| Data |
▬▬▬
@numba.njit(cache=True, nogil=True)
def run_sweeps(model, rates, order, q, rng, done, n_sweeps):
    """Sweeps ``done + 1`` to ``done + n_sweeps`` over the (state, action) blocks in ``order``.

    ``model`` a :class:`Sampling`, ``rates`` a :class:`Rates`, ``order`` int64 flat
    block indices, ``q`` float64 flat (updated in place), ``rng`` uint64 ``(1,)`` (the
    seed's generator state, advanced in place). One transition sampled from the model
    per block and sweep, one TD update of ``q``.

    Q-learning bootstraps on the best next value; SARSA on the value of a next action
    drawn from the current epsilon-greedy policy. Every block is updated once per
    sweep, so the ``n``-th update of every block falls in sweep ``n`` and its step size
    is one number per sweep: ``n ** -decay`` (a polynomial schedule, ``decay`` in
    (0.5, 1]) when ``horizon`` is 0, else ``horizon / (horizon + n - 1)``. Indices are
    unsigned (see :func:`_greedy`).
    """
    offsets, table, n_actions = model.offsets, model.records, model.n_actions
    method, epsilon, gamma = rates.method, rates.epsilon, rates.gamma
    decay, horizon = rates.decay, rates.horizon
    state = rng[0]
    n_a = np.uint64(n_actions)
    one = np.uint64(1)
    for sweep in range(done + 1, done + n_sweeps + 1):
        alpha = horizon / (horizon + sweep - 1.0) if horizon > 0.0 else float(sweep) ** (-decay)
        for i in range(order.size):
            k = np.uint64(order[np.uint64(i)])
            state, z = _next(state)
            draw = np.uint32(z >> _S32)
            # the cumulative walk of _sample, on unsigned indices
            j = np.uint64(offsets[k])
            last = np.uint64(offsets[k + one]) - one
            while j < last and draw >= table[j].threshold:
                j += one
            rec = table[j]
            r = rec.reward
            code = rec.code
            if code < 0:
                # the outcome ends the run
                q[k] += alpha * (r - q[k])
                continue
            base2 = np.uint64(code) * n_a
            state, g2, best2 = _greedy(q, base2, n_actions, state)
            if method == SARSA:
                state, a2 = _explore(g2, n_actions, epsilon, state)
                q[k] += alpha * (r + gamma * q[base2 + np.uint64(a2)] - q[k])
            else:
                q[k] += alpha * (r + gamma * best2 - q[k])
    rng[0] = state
▬▬▬
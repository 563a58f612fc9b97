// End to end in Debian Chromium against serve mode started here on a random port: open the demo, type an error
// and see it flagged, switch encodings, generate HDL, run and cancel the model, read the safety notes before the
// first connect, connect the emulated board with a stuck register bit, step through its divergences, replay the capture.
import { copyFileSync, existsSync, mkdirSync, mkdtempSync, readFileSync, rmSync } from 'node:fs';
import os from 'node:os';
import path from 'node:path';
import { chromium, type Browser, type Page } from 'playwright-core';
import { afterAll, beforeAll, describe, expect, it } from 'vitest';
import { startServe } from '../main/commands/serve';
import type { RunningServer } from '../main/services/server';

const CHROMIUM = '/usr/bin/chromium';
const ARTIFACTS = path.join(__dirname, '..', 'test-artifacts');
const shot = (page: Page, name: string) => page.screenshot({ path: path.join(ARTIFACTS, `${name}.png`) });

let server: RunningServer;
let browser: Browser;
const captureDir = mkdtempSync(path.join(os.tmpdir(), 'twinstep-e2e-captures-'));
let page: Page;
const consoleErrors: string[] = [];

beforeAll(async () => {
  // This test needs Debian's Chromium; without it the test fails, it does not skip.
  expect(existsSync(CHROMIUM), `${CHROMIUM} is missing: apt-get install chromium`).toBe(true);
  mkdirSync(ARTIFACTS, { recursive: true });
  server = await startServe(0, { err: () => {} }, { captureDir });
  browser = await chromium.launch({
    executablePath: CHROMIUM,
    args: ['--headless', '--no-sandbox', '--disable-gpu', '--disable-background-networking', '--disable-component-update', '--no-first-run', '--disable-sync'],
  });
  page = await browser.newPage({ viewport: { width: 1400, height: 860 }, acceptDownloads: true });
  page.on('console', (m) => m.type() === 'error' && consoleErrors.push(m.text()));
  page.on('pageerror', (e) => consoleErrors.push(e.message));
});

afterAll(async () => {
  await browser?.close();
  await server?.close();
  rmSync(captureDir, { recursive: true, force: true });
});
▬▬▬
All lines of the listing holding the string "mkdirSync" must be returned, copied as they stand.

import { copyFileSync, existsSync, mkdirSync, mkdtempSync, readFileSync, rmSync } from 'node:fs';
  mkdirSync(ARTIFACTS, { recursive: true });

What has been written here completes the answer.